4.2.2. Large-Scale Cell Culture, Induction of Heat Shock, Treatment with B-AP15, Cycloheximide and Proteasome Inhibitors, and Peptide Extraction

HEK293T cells were grown to 80–90% confluence in 150 mm culture dishes, in the same media as described above. A single plate of cells was used for each group, and 2–4 replicates of each group were performed as described in Figures S1 and S2. At the start of the experiment, media were removed from the plates and cells were washed with DPBS. For heat shock, this was followed by the addition of serum-free media and incubation of two plates at 42 °C and two at 37 °C for either 20 or 60 min (see Figure S1). For the rest of the experiments, washing was followed by the addition of serum-free media containing the various compounds in 0.05% DMSO (1 µM b-AP15, 0.2 mM cycloheximide, combination of 0.5 µM bortezomib and 0.2 µM epoxomicin), or the appropriate control and incubation at 37 °C for 30–60 min (see Figures S1 and S2 for details). Media were removed, cells were washed with DPBS, detached from the plate by scraping into DPBS, and centrifuged at 800× g for 5 min. The wash buffer was supplemented with the appropriate compound at the same concentration as used for the treatment to ensure that enzyme inhibition was maintained during harvesting of cells. After centrifugation, the cell pellet was resuspended in 1 mL of 80 °C water and incubated in an 80 °C water bath for 20 min to inactivate proteases.

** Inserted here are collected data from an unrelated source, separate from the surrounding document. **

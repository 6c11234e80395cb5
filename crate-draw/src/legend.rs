//! The colour key, one for every drawing: `legend_items` lists what the colours, strokes and
//! markers of a drawing mean, as `LegendItem`s of pieces (stroke, root marker, text). The SVG
//! band lays them out under the drawing; the page shows the same items beside its canvas.

use serde::Serialize;

use crate::format::significant_digits;
use crate::palette::{flow_colour, order_colour, Colouring, ORDER_COLOURS, PLAIN};
use crate::tissue::{tissue_hidden_text, tissue_key_text, TissueView, TISSUE_FAINT};

/// A legend entry: pieces laid side by side and never split across lines.
#[derive(Clone, Debug, PartialEq, Serialize)]
pub struct LegendItem {
    /// The pieces, left to right.
    pub pieces: Vec<Piece>,
}

/// Part of a legend entry.
#[derive(Clone, Debug, PartialEq, Serialize)]
#[serde(rename_all = "snake_case")]
pub enum Piece {
    /// A short stroke in a colour (`#rrggbb`).
    Line(String),
    /// A root marker.
    Circle,
    /// A label.
    Text(String),
}

impl LegendItem {
    /// An entry of text only.
    pub fn text(label: impl Into<String>) -> LegendItem {
        LegendItem {
            pieces: vec![Piece::Text(label.into())],
        }
    }
}

/// What a legend needs to know of the drawing.
#[derive(Clone, Debug, PartialEq)]
pub struct LegendFacts<'a> {
    /// The colouring shown.
    pub colouring: Colouring,
    /// How tissue (segments below the conducting threshold) is drawn; `None` when every
    /// segment conducts.
    pub tissue: Option<TissueView>,
    /// Highest Strahler order of a drawn segment (0 without segments).
    pub max_order: u32,
    /// Smallest and largest positive flow of a drawn segment, in units².
    pub flow_range: Option<(f64, f64)>,
    /// Number of drawn segments.
    pub segment_count: usize,
    /// Whether root markers are drawn (and so need an entry).
    pub roots_drawn: bool,
    /// Length unit.
    pub units: &'a str,
}

/// Legend entries for a colouring, plus the root marker when roots are drawn.
///
/// By order: a title, then one stroke per order present (the last colour marked `+` when
/// higher orders share it). By flow: a title with the unit, then the smallest flow, five steps
/// of the ramp and the largest flow (three significant digits). Plain: one stroke.
pub fn legend_items(facts: &LegendFacts) -> Vec<LegendItem> {
    let mut items = Vec::new();
    match facts.colouring {
        Colouring::ByOrder if facts.max_order > 0 => {
            items.push(LegendItem::text("Strahler order"));
            let shown = facts.max_order.min(ORDER_COLOURS.len() as u32);
            for order in 1..=shown {
                let plus = if order == shown && facts.max_order > shown {
                    "+"
                } else {
                    ""
                };
                items.push(LegendItem {
                    pieces: vec![
                        Piece::Line(order_colour(order).to_string()),
                        Piece::Text(format!("{order}{plus}")),
                    ],
                });
            }
        }
        Colouring::ByFlow => {
            if let Some((low, high)) = facts.flow_range {
                items.push(LegendItem::text(format!("flow ({}\u{b2})", facts.units)));
                let mut pieces = vec![Piece::Text(significant_digits(low, 3))];
                if high > low {
                    pieces.extend((0..5).map(|step| Piece::Line(flow_colour(step as f64 / 4.0))));
                    pieces.push(Piece::Text(significant_digits(high, 3)));
                } else {
                    pieces.push(Piece::Line(flow_colour(1.0)));
                }
                items.push(LegendItem { pieces });
            }
        }
        Colouring::Plain if facts.segment_count > 0 => {
            // Leaf words for leaves, drainage words for sites.
            let what = if ramulus_core::params::is_site_unit(facts.units) {
                "channel (width to scale)"
            } else {
                "vein (width to scale)"
            };
            items.push(LegendItem {
                pieces: vec![
                    Piece::Line(PLAIN.to_string()),
                    Piece::Text(what.to_string()),
                ],
            });
        }
        Colouring::ByOrder | Colouring::Plain => {}
    }
    let site = ramulus_core::params::is_site_unit(facts.units);
    match facts.tissue {
        Some(TissueView::Faint) => items.push(LegendItem {
            pieces: vec![
                Piece::Line(TISSUE_FAINT.to_string()),
                Piece::Text(tissue_key_text(site).to_string()),
            ],
        }),
        Some(TissueView::Hidden) => items.push(LegendItem::text(tissue_hidden_text(site))),
        Some(TissueView::AsVeins) | None => {}
    }
    if facts.roots_drawn {
        items.push(LegendItem {
            pieces: vec![
                Piece::Circle,
                Piece::Text(root_word(facts.units).to_string()),
            ],
        });
    }
    items
}

/// What the root marker stands for, in the words of the network's kind: a leaf's veins
/// leave through the petiole, a site's drains through its outlet.
pub fn root_word(units: &str) -> &'static str {
    if ramulus_core::params::is_site_unit(units) {
        "outlet (root)"
    } else {
        "petiole (root)"
    }
}

#[cfg(test)]
mod tests {
    use super::*;

    fn facts(colouring: Colouring, max_order: u32) -> LegendFacts<'static> {
        LegendFacts {
            colouring,
            tissue: None,
            max_order,
            flow_range: Some((0.0225, 12.5)),
            segment_count: 5,
            roots_drawn: false,
            units: "mm",
        }
    }

    #[test]
    fn orders_past_the_palette_share_the_last_colour() {
        let items = legend_items(&facts(Colouring::ByOrder, 9));
        // Title plus the seven Okabe-Ito colours kept (Okabe & Ito 2008, yellow left out).
        assert_eq!(items.len(), 8);
        assert_eq!(items[7].pieces[1], Piece::Text("7+".to_string()));
        assert_eq!(items[1].pieces[0], Piece::Line("#56b4e9".to_string()));
    }

    #[test]
    fn flow_key_names_its_unit_and_ends() {
        let items = legend_items(&facts(Colouring::ByFlow, 3));
        assert_eq!(items[0], LegendItem::text("flow (mm\u{b2})"));
        assert_eq!(
            items[1].pieces.first(),
            Some(&Piece::Text("0.0225".to_string()))
        );
        assert_eq!(
            items[1].pieces.last(),
            Some(&Piece::Text("12.5".to_string()))
        );
        assert_eq!(items[1].pieces.len(), 7);
    }

    #[test]
    fn roots_get_an_entry_only_when_drawn() {
        let mut with_roots = facts(Colouring::Plain, 1);
        assert_eq!(legend_items(&with_roots).len(), 1);
        with_roots.roots_drawn = true;
        assert_eq!(legend_items(&with_roots)[1].pieces[0], Piece::Circle,);
        // Leaf words for leaves (millimetres), drainage words for sites (metres).
        assert_eq!(
            legend_items(&with_roots)[0].pieces[1],
            Piece::Text("vein (width to scale)".to_string())
        );
        assert_eq!(
            legend_items(&with_roots)[1].pieces[1],
            Piece::Text("petiole (root)".to_string())
        );
        with_roots.units = "m";
        assert_eq!(
            legend_items(&with_roots)[0].pieces[1],
            Piece::Text("channel (width to scale)".to_string())
        );
        assert_eq!(
            legend_items(&with_roots)[1].pieces[1],
            Piece::Text("outlet (root)".to_string())
        );
    }

    /// Faint tissue gets a key entry in its colour, hidden tissue a sentence, and a site's
    /// key says hillslope, never vein.
    #[test]
    fn tissue_gets_an_entry_in_the_kinds_words() {
        let mut shown = facts(Colouring::Plain, 1);
        shown.tissue = Some(TissueView::Faint);
        let items = legend_items(&shown);
        assert_eq!(items[1].pieces[0], Piece::Line(TISSUE_FAINT.to_string()));
        shown.tissue = Some(TissueView::AsVeins);
        assert_eq!(legend_items(&shown).len(), 1);
        shown.tissue = Some(TissueView::Hidden);
        shown.units = "m";
        let text = format!("{:?}", legend_items(&shown));
        assert!(
            text.contains("hillslope") && !text.contains("vein"),
            "{text}"
        );
    }
}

This was followed by centrifugation (13,000× g, 30 min, 4 °C) and the sample was stored at −80 °C until peptide extraction.
For peptide extraction, the samples were thawed and centrifuged again, as above. The supernatant was cooled on ice and acidified with HCl to a final concentration of 10 mM. After 15 min incubation on ice, the lysate was centrifuged at 13,000× g for 30 min at 4 °C. The supernatant was removed and combined with 250 µL of dibasic sodium phosphate (0.4 M, pH 9.5). The mixture was stored at −80 °C until labeling.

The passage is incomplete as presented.